Some observers argue that the CTF was also set up to provide a mechanism for the provision of amnesties. Ms Sophia Cason, an analyst with the International Crisis Group in Timor Leste, disagrees.
"Giving the generals amnesty would be to suggest that they were in fact guilty," she told me earlier this week, "and this is not something that is likely to go down well in Jakarta." Indonesian military officers have shown no sign of remorse when testifying before the commission. The official Indonesian version of events is that the violence was the result of an internal civil dispute.
One possibility is that the CTF will conclude that crimes were committed, but that it was unable to determine who was ultimately responsible. This would certainly be a convenient outcome for both Dili and Jakarta. The findings – accepted by both sides – would allow the two governments to walk away from the issue.
But did Timor Leste really have to agree to yet another investigation? Maybe not. One alternative would have been for Dili to do nothing, allowing the UN-sanctioned CAVR report to slowly make its way through international channels. Meanwhile, Dili could have made it clear to Jakarta that Timor Leste had no intention of pursuing the matter on its own initiative.
But the fact that Timor Leste subsequently decided to get Indonesia off the hook by agreeing to a joint intergovernmental commission suggests that the political leadership in Dili suffers from a deep sense of insecurity about its powerful neighbour.
Australia may be at least partly responsible for this. After leading a multinational force to restore order in the fledging state in September 1999, Canberra promptly lost much of its standing within the local political elite by playing hardball over the ownership of billions of dollars worth of oil and natural-gas resources in the Timor Gap.

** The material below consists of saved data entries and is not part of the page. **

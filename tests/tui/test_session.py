"""The app's plan session (edits, undo/redo, saving) and helpers, without Textual."""

from __future__ import annotations

import subprocess
import sys
from pathlib import Path

import pytest

from homeplan.errors import InputError
from homeplan.plan.load import load_plan, load_plan_text
from homeplan.tui import newplan
from homeplan.tui.format import kusd, trunc, usd
from homeplan.tui.screens.forms import FieldSpec, parse_value
from homeplan.tui.session import DELETE, PlanSession

from .conftest import ROOT


def test_edit_keeps_comments_and_only_changes_the_value(plan_file: Path):
    original = plan_file.read_text()
    s = PlanSession.open(plan_file)
    s.edit([(("budget", "usd_per_year"), 12000)], "budget")
    assert s.plan.budget.usd_per_year == 12000 and s.dirty
    assert s.text == original.replace("  usd_per_year: 9000\n", "  usd_per_year: 12000\n")


def test_rejected_edit_changes_nothing(plan_file: Path):
    s = PlanSession.open(plan_file)
    with pytest.raises(InputError) as err:
        s.edit([(("home", "electrical", "service_amps"), 5)], "bad")
    assert "service_amps" in str(err.value)
    assert s.plan.home.electrical.service_amps == 100 and not s.dirty and not s.can_undo


def test_undo_redo_and_saved_state(plan_file: Path):
    s = PlanSession.open(plan_file)
    s.edit([(("budget", "usd_per_year"), 1)], "one")
    s.edit([(("budget", "usd_per_year"), 2)], "two")
    assert s.undo() == "two" and s.plan.budget.usd_per_year == 1
    s.save()
    assert not s.dirty
    assert s.redo() == "two" and s.dirty
    assert s.undo() == "two" and not s.dirty
    assert s.undo() == "one" and s.plan.budget.usd_per_year == 9000 and s.dirty
    # a new edit after undo drops the redo branch, including the saved state
    s.edit([(("budget", "usd_per_year"), 3)], "three")
    assert not s.can_redo and s.dirty
    assert load_plan(plan_file).plan.budget.usd_per_year == 1


def test_undo_restores_the_exact_text(plan_file: Path):
    s = PlanSession.open(plan_file)
    before = s.text
    s.edit([(("choices", "pins", "solar"), 2030), (("choices", "exclude"), ["battery"])], "pin")
    assert "solar: 2030" in s.text
    s.undo()
    assert s.text == before


def test_delete_prunes_sections_left_empty(plan_file: Path):
    s = PlanSession.open(plan_file)
    s.edit([(("choices", "pins", "solar"), 2030)], "pin")
    s.edit([(("choices", "pins", "solar"), DELETE)], "release")
    assert "pins" not in s.text and s.plan.choices.pins == {}


def test_save_is_atomic_with_backup(plan_file: Path, tmp_path: Path):
    original = plan_file.read_text()
    s = PlanSession.open(plan_file)
    s.edit([(("prices", "gas", "usd_per_therm"), 1.5)], "gas price")
    s.save()
    assert (tmp_path / "home.yaml.bak").read_text() == original
    assert load_plan(plan_file).plan.prices.gas.usd_per_therm == 1.5
    other = tmp_path / "other.yaml"
    s.save(other)
    assert s.path == other and load_plan(other).plan.prices.gas.usd_per_therm == 1.5
    assert not list(tmp_path.glob(".*.tmp"))


def test_new_plan_text_validates_for_every_heating_choice():
    base = dict(name='A "quoted" home', latitude=40.0, longitude=-75.0, floor_area_ft2=1500,
                service_amps=100, water_heater_fuel="gas", range_fuel="electric",
                dryer_fuel="none", cars=2, usd_per_year=5000, first_year=2027, horizon_years=12)
    for heating in newplan.HEATING:
        text = newplan.new_plan_text({**base, "heating": heating, "central_ac": True})
        plan = load_plan_text(text, "new.yaml").plan
        kinds = [a.kind for a in plan.appliances]
        assert kinds[0] == newplan.HEATING[heating][0]
        assert ("central_ac" in kinds) == (heating != "heat_pump")
        assert plan.home.name == 'A "quoted" home' and len(plan.vehicles) == 2
        assert plan.budget.horizon_years == 12


def test_form_values_parse_as_people_type_them():
    money = FieldSpec("x", "Budget", "float")
    assert parse_value(money, "$12,500") == 12500.0
    year = FieldSpec("y", "Year", "int", optional=True)
    assert parse_value(year, " 2031 ") == 2031 and parse_value(year, "") is None
    with pytest.raises(ValueError, match="not a whole number"):
        parse_value(year, "2031.5")
    with pytest.raises(ValueError, match="a value is needed"):
        parse_value(money, "")


def test_money_is_rounded_to_what_matters():
    # the project's display rule (not an outside source): "$12,400, not $12,391.87"
    assert usd(12391.87) == "$12,400" and usd(-1234) == "-$1,230" and usd(0) == "$0"
    assert kusd(6240) == "6.2k" and kusd(23456) == "23k" and kusd(20) == "0" and kusd(-950) == "-950"


def test_only_the_tui_imports_textual():
    """The app is the only package that imports textual; its session and helpers do not."""
    offenders = []
    for path in (ROOT / "homeplan").rglob("*.py"):
        if "tui" in path.relative_to(ROOT / "homeplan").parts:
            continue
        text = path.read_text(encoding="utf-8")
        if "import textual" in text or "from textual" in text:
            offenders.append(str(path))
    assert offenders == []
    code = ("import sys\nimport homeplan.tui.session, homeplan.tui.newplan, homeplan.tui.format, "
            "homeplan.cli.app\n"
            "assert not [m for m in sys.modules if m.split('.')[0] == 'textual'], 'textual'\n")
    subprocess.run([sys.executable, "-c", code], check=True, capture_output=True, cwd=ROOT)


def test_open_command_reports_a_bad_file_without_starting_the_app(tmp_path: Path):
    bad = tmp_path / "bad.yaml"
    bad.write_text("home:\n  floor_area_ft2: x\n  electrical: {service_amps: 100}\n"
                   "budget: {usd_per_year: 1}\n")
    code = ("import sys\nfrom homeplan.cli.app import run\nrc = run(sys.argv[1])\n"
            "assert 'textual.app' not in sys.modules\nsys.exit(rc)\n")
    proc = subprocess.run([sys.executable, "-c", code, str(bad)], capture_output=True, text=True,
                          cwd=ROOT, timeout=60)
    assert proc.returncode == 2
    assert f"{bad}:2:" in proc.stderr and "Traceback" not in proc.stderr


def test_cut_names_keep_their_invented_mark():
    # project rule (not an outside source): a demo name cut to fit still says it is invented
    name = "Demo state heat pump rebate (invented)"
    assert trunc(name, 60) == name
    assert trunc(name, 24) == "Demo state h… (invented)" and len(trunc(name, 24)) == 24
    assert trunc("A long ordinary program name", 10) == "A long or…"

If Australia could not be relied upon, could the United States? When he was foreign minister, President Jose Ramos-Horta used his position to express strong support for the US action in Afghanistan. He even wrote an article in the New York Times in February 2003 in which he compared the successful liberation of Timor Leste to the anticipated US invasion of Iraq. Attending the Non-Aligned Summit about the same time, he denounced opposition to the looming war in Iraq as "illogical anti-Americanism".

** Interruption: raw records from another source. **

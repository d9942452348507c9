"""The abstract scheduling problem and its exact evaluator.

A :class:`Problem` is independent of homes: it holds candidate projects with per-year numbers
(computed by the planner from the energy, money and electrical engines), yearly budgets and
the constraint families below. Solvers (``milp.py``, ``bruteforce.py``) place each project in one
year of the horizon or leave it out. :func:`evaluate` / :func:`evaluate_batch` compute, for any
placement, every constraint violation and every objective value *exactly as the MILP models them*;
the brute-force solver and the tests use them.

Indexing: ``T = len(budget_usd)`` years, index ``t = 0..T-1`` is calendar year ``first_year + t``.
A placement is an integer per project: the year index, or ``-1`` for "not done". All calendar
years in the public fields (``earliest_year``, ``pinned_year``, ``Target.by_year``) are calendar
years, not indices.

Semantics (shared by every solver):

- *done by t*: ``D[p,t] = 1`` if project p is done in a year ``<= t``.
- *spend*: ``spend[t] = sum_p cost_usd[p][t] * x[p,t]`` (costs after point-of-sale incentives).
- *money in* at t: ``budget_usd[t]``, plus (``savings_to_budget``) ``savings_usd[p][t]`` of every
  project done strictly before t, plus capped incentives of groups with ``adds_to_budget`` earned
  ``arrives_after_years`` earlier, plus loan principal ``L[t]`` minus repayments of earlier loans
  (annuity ``loan_rate`` over ``loan_term_years``, first payment the year after borrowing).
- *budget*: with ``carryover`` every prefix ``sum_{t<=y} (money in - spend) >= 0``; without it
  every year on its own (unspent money is lost). Total borrowing ``sum_t L[t] <= loan_limit_usd``.
- *end of life*: ``undone_penalty_usd[p][t]`` (expected emergency cost in year t) is paid for
  each year t in which p is not yet done (``1 - D[p,t]``); doing p in year t avoids year t's risk.
- *follow-ups*: once every project in ``after`` is done by t, ``project`` is done by
  ``t + within_years`` (a constraint only while that year is inside the horizon).
- *capped incentives*: group g earns ``min(cap_usd_per_year, sum_p rate_p * cost[p,t] x[p,t])``
  in year t (so two capped items in two years can earn two caps).
- *NPV* (objective ``max_npv``), discount factor ``df[t] = (1 + discount_rate) ** -t``::

      sum_p,t x[p,t] (value_usd[p][t] - cost_usd[p][t] df[t])
      + sum_g,t earned[g,t] df[t + arrives_after_years]
      - sum_p,t (1 - D[p,t]) undone_penalty_usd[p][t] df[t]
      - sum_t L[t] df[t] K,   K = max(0, PV at discount_rate of one dollar's repayments - 1)
      + sum_i,t D[a_i,t] D[b_i,t] interaction_value_usd[i][t]

  ``value_usd`` is already a present value (the caller discounts benefits).
- *emissions* (``min_emissions``): maximise ``sum x[p,t] emissions_kg[p][t]`` (lifetime kg saved).
- *out of pocket* (``min_out_of_pocket``), nominal, within the horizon: spend + penalties +
  loan interest (``L * (n a - 1)``) - capped incentives earned - bill savings ``savings_usd[p][t]``
  of years after completion.
- *earliest closure* (``earliest_gas_closure``): ``objective_project`` must be done; minimise its
  year, then (lexicographically) maximise NPV.
- *risk-aware* (``min_cost_cvar``), over ``S`` equally likely price scenarios: scenario s values
  each project by ``scenario_value_usd[s]`` (``value_usd`` where a project has none) and costs
  ``loss_s = scenario_base_usd[s] - NPV_s``, the household's total cost in present value (the
  base is what the home costs in that scenario before any project); minimise
  ``mean_s loss_s + risk_weight * CVaR_tail(loss)``, where ``CVaR_tail`` is the mean of the worst
  ``risk_tail`` share of the scenarios' losses (Rockafellar & Uryasev 2000; the MILP uses their
  linear form ``eta + sum_s u_s / (tail S)``, ``u_s >= loss_s - eta``, ``u_s >= 0``).
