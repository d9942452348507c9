"""Fixtures for the terminal app: a copy of a sample home and a shared planner.

The planner is the real pipeline; results are memoised by the plan's content so that the many
app instances of a test run (pilot and snapshot tests) plan each distinct plan once.
"""

from __future__ import annotations

import shutil
from pathlib import Path

import pytest

ROOT = Path(__file__).resolve().parents[2]
SAMPLES = ROOT / "sample_homes"
SAMPLE = SAMPLES / "cold_gas_100a.yaml"

_MEMO: dict[str, object] = {}
_CACHE: list = []


def shared_planner(plan, base_dir):  # noqa: ARG001 - the app's planner interface
    """The real planner with one cache for the whole test run (results memoised by content)."""
    from homeplan import PlannerCache, plan_roadmap

    key = plan.model_dump_json()
    if key not in _MEMO:
        if not _CACHE:
            _CACHE.append(PlannerCache())
        _MEMO[key] = plan_roadmap(plan, base_dir=SAMPLES, cache=_CACHE[0])
    return _MEMO[key]


@pytest.fixture
def plan_file(tmp_path: Path) -> Path:
    """A private copy of the cold-climate demo home (so saving never touches the samples)."""
    target = tmp_path / "home.yaml"
    shutil.copy(SAMPLE, target)
    return target


@pytest.fixture(autouse=True)
def _fixed_look(monkeypatch):
    """Same colours whatever the developer's environment says."""
    monkeypatch.delenv("HOMEPLAN_THEME", raising=False)


def make_app(path: Path, planner=shared_planner, **kw):
    from homeplan.tui.app import HomeplanApp
    from homeplan.tui.session import PlanSession

    return HomeplanApp(session=PlanSession.open(path), planner=planner, light=False, **kw)


async def settle(pilot) -> None:
    """Wait for the planner worker and for the app to handle its result."""
    app = pilot.app
    for _ in range(3):
        await app.workers.wait_for_complete()
        await pilot.pause()
        if not app.planning:
            break
    await pilot.pause()


async def form_ready(pilot) -> None:
    """Wait until the form is open, its first field focused and its choice lists mounted (on
    a loaded machine a key pressed sooner can close the form while they are still mounting)."""
    from textual.widgets import Select
    from textual.widgets._select import SelectOverlay

    from homeplan.tui.screens.forms import FormScreen

    for _ in range(100):
        screen = pilot.app.screen
        if isinstance(screen, FormScreen) and screen.focused is not None and all(
                s.query(SelectOverlay) and s.query_one(SelectOverlay).option_count
                for s in screen.query(Select)):
            return
        await pilot.pause(0.05)
    raise AssertionError("the form did not finish opening")


# Long but realistic names, for the 80-column snapshots: what a household might type.
LONG_NAMES = {
    "name: Okafor-Lindqvist house": "name: Okafor-Lindqvist-Vandenberghe family house (invented)",
    'place: "Snowdemo Falls (invented)"':
        'place: "Snowdemo Falls Township, North Demo County (invented)"',
    "name: 2012 sedan": "name: 2012 station wagon for the daily commute",
    "name: 2017 wagon": "name: 2017 station wagon for family trips",
    "incentive_files: [incentives/demoland_invented.yaml]":
        "incentive_files: [incentives/demoland_invented.yaml, "
        "incentives/federal_2023_2025_example.yaml]",
}


def long_names_plan(folder: Path) -> Path:
    """The cold-climate demo home with the longest names of any sample (a long house name and
    place, two cars whose names start alike, both incentive files) written into ``folder``."""
    text = SAMPLE.read_text(encoding="utf-8")
    for before, after in LONG_NAMES.items():
        assert before in text, before
        text = text.replace(before, after)
    target = folder / "long_names_home.yaml"
    target.write_text(text, encoding="utf-8")
    shutil.copytree(SAMPLES / "incentives", folder / "incentives")
    return target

But with the failure of such diplomacy to gain the attention of the Americans, Dili politicians have been shifting focus, intent upon finding ways to placate their large Indonesian neighbour. The CTF is only one example. Former prime minister Mari Alkatiri visited Jakarta in October 2004 to attend the inauguration of Indonesian President Susilo Bambang Yudhoyono.
Now in opposition, the former Fretilin leader, who once used his diplomatic skills to drum up international opposition to Jakarta's occupation of his country, continues to cultivate ties with Indonesia. In September this year, Mr Alkatiri travelled to Jakarta at the invitation of Muhammadiyah, the second-largest Muslim organisation in the country. While there, he also reportedly sought to develop links with the Islamist Partai Keadilan Sejahtera (Prosperous Justice Party).

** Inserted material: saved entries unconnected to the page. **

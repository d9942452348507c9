"""Long names at 80 columns: labels wrap at spaces or are shortened after a whole word; no word
is cut (checked on the text the views draw, not on the helpers alone)."""

from __future__ import annotations

from homeplan.tui.app import status_line
from homeplan.tui.format import trunc_words, wrap_labels

from .conftest import long_names_plan, make_app, settle

LONG = "Okafor-Lindqvist-Vandenberghe family house (invented)"


def test_trunc_words_keeps_whole_words_and_the_invented_mark():
    out = trunc_words(LONG, 39)
    assert out == "Okafor-Lindqvist-… (invented)"
    out = trunc_words(LONG, 45)
    assert out == "Okafor-Lindqvist-Vandenberghe… (invented)" and len(out) <= 45
    assert trunc_words("Short house", 39) == "Short house"


def test_status_line_fits_80_columns_with_the_file_name():
    line = status_line(LONG, ("plan up to date", ""), False, ("$9,000/yr", ""),
                       "long_names_home.yaml", 80)
    assert line.cell_len <= 80
    assert line.plain.endswith("long_names_home.yaml") and "(invented)" in line.plain


def test_wrap_labels_never_cut_and_tell_alike_names_apart():
    labels = ["Electric vehicle (replaces 2012 station wagon for the daily commute)",
              "Electric vehicle (replaces 2017 station wagon for family trips)", "Gas furnace"]
    out = wrap_labels(labels, 23)
    assert out[2] == "Gas furnace"
    for text in out:
        assert "…" not in text and all(len(line) <= 23 for line in text.split("\n"))
    assert out[0].replace("\n", " ") == "EV for 2012 station wagon for the daily commute"
    assert out[0] != out[1]


async def test_roadmap_and_home_show_every_word_of_long_names(tmp_path):
    from homeplan.tui.widgets.home import Inventory
    from homeplan.tui.widgets.roadmap import Timeline

    app = make_app(long_names_plan(tmp_path))
    async with app.run_test(size=(80, 24)) as pilot:
        await settle(pilot)
        for key, table_type in (("2", Inventory), ("3", Timeline)):
            await pilot.press(key)
            await pilot.pause()
            table = app.screen.query_one(table_type)
            text = " ".join(" ".join(str(table.get_row_at(i)[0]).split())
                            for i in range(table.row_count))
            assert "2012 station wagon for the daily commute" in text
            assert "2017 station wagon for family trips" in text
            assert "…" not in text


def test_next_box_wraps_a_long_first_step(tmp_path):
    import dataclasses

    from homeplan.plan.load import load_plan
    from homeplan.tui.widgets.base import ViewData
    from homeplan.tui.widgets.overview import next_text

    from .conftest import shared_planner

    path = long_names_plan(tmp_path)
    plan = load_plan(path).plan
    result = shared_planner(plan, tmp_path)
    road = result.roadmap
    long = "Electric vehicle (replaces 2012 station wagon for the daily commute)"
    steps = (dataclasses.replace(road.steps[0], label=long), *road.steps[1:])
    result = dataclasses.replace(result, roadmap=dataclasses.replace(road, steps=steps))
    text = next_text(ViewData(plan=plan, result=result, path=path), 80).plain
    assert "…" not in text.split("Then:")[0]
    assert "EV for 2012 station wagon for the daily commute" in " ".join(text.split())
    steps_part = text.split("Why now")[0]  # the rest is prose, wrapped by the box itself
    assert all(len(line) <= 76 for line in steps_part.split("\n"))  # inside the box at 80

Timor Leste leaders have also sought to placate Indonesia by repeatedly stating that they have no intention of supporting separatist movements in places such as Aceh or Papua.
As an exercise in diplomacy and geopolitics, the CTF will probably achieve its aims. But it may also have a number of unpleasant side effects. Perhaps the most important of these is that it will likely result in yet another missed opportunity for Jakarta to discipline its military.
Indonesian personnel indicted for crimes against humanity by the CAVR have not been punished. Instead, they have been promoted and, in some cases, posted to other troubled provinces.
Meanwhile, the impression of Indonesia as a protector of human rights abusers is also likely to grow stronger in the eyes of the international community.